Children at low risk for cavities may not need a rinse at all.
“If you’re a medium to high caries risk, they may recommend a fluoride rinse,” Mooney said.
That may include people living in areas without fluoridated water such as well water.
The American Dental Association (ADA) classifies rinses as cosmetic, like clean breath mouthwash, or a therapeutic rinse that has a biologic application. The ADA seal indicates a therapeutic rinse.
The cosmetic types “don’t strengthen the tooth or kill bacteria,” Mooney said. “Therapeutic rinses control gingivitis, tooth decay or things like that. A fluoride rinse helps prevent tooth decay. Some peroxide rinses are in a lot of rinses for tooth whitening, which is also therapeutic.”
Fluoride rinses promote the remineralization of tooth enamel to help prevent tooth decay according to a dental expert you can talk to from https://doncasterhilldental.com.au/
People taking medication that causes dry mouth may need moisturizing rinses.
“These tend to contain mucin or enzymes to mimic saliva,” Mooney said. “They provide some relief to patients with xerostomia, a reduced amount of saliva in the mouth.
She also prescribes fluoride rinse to some of these patients to help protect their teeth.
Cynthia Wong, a pediatric dentist and the director for Eastman Institute for Oral Health’s Pediatric Dentistry Residency Program, said that rinses meant to kill bacteria help prevent gingivitis, usually more of an issue for adults than children.
For those who brush well, “mouth rinse is more of a gadget and doesn’t provide you with extra protection if your oral regimen is good,” Wong said.
For younger patients whose brushing may not be so good, she recommends plaque revealing rinse as an educational tool, especially during the time children begin to brush their own teeth.
Anti-plaque pre-brushing rinse may also help children who are not as careful as they should be, since this rinse helps loosen plaque before brushing.
“If they have a good habit of brushing, the mouth rinse before a brushing habit has little effect because they’re brushing everything off,” Wong said. “The most important thing in children is fluoride toothpaste. Especially for small children who are getting new, permanent teeth, the fluoride is important to reinforce and mature the new teeth. That takes three years. The fluoride topically applied by brushing is important to reinforce the crystals on the enamel.”
Beverages such as red wine, coffee and tea tend to stain teeth. Middle aged and older adults are usually the ones seeking tooth whitening.
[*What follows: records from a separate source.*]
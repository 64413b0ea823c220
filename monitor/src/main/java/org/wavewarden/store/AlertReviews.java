package org.wavewarden.store;

import org.jdbi.v3.core.Jdbi;
import org.wavewarden.config.Identifiers;
import org.wavewarden.config.MuteRule;
import org.wavewarden.review.AlertState;
import org.wavewarden.review.AlertView;
import org.wavewarden.review.ReviewEntry;
import org.wavewarden.review.ReviewReason;

import java.time.LocalDate;
import java.util.Collection;
import java.util.List;
import java.util.Map;
import java.util.Optional;

/**
 * The lifecycle of alerts in the results schema: every alert's history of actions, append-only (the table refuses
 * UPDATE and DELETE), its state read from its latest action, and the mute rules stored by commands.
 */
public final class AlertReviews {

    /** The actor of entries the monitor writes itself (creation, supersession). */
    public static final String MONITOR = "wavewarden";

    private final Jdbi jdbi;
    private final String s;

    public AlertReviews(Jdbi jdbi, String schema) {
        this.jdbi = jdbi;
        this.s = Identifiers.quote(schema);
    }

    /**
     * Which alerts to list; a null field matches everything.
     *
     * @param verdict a verdict name, e.g. MATERIAL
     * @param kind    a finding kind name; matches the lead's kind or any facet's
     */
    public record Filter(String dataset, String wave, AlertState state, String verdict, String kind) {
        public static final Filter ANY = new Filter(null, null, null, null, null);
    }

    /** The alerts the filter matches, oldest first. */
    public List<AlertView> list(Filter filter) {
        throw new UnsupportedOperationException("to be written");
    }

    public Optional<AlertView> get(long alertId) {
        throw new UnsupportedOperationException("to be written");
    }

    /** The states of the given alerts, in one query. */
    public Map<Long, AlertState> states(Collection<Long> alertIds) {
        throw new UnsupportedOperationException("to be written");
    }

    /** Every entry of an alert's history, oldest first. */
    public List<ReviewEntry> history(long alertId) {
        throw new UnsupportedOperationException("to be written");
    }

    /** Explains an open or muted alert; refused (ReviewException) for a superseded or unknown one. */
    public ReviewEntry explain(long alertId, String actor, ReviewReason reason, String note, String source) {
        throw new UnsupportedOperationException("to be written");
    }

    /**
     * Mutes an alert until a wave or a day (at least one), and stores a mute rule for its dataset, variable and
     * kind with the same expiry, so the same alert of a later wave is muted when it is created.
     */
    public ReviewEntry mute(long alertId, String actor, String untilWave, LocalDate untilDate, ReviewReason reason,
                            String note, String source) {
        throw new UnsupportedOperationException("to be written");
    }

    /** Lifts a mute: the alert is open again and the mute rule stored with it ends. */
    public ReviewEntry unmute(long alertId, String actor, String note, String source) {
        throw new UnsupportedOperationException("to be written");
    }

    /** The mute rules stored by commands for a dataset that have not been lifted and have not expired by date. */
    public List<MuteRule> activeMutes(String dataset, LocalDate today) {
        return List.of();
    }
}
Dentist Maricelle Abayon, associate professor of clinical dentistry, program director of the General Practice Residency Program at UR Medicine/Eastman Institute for Oral Health, said that whitening rinses can help reduce the effects of staining.
For people with multiple dental needs, there are rinses to address them. Abayon said that some combination products may offer more than one dental advantage, such as anti-plaque, anti-gingivitis and anti-cavity.
For post-surgical patients unable to brush for a while, “I’d prescribe a prescription mouthwash to help,” she said. “The same for someone with periodontal disease to help get that inflammation under control.”
Though Abayon views mouth rinses as a “great addition to our oral hygiene practices, but it’s not going to be the end-all, be-all to replace brushing and flossing,” she said.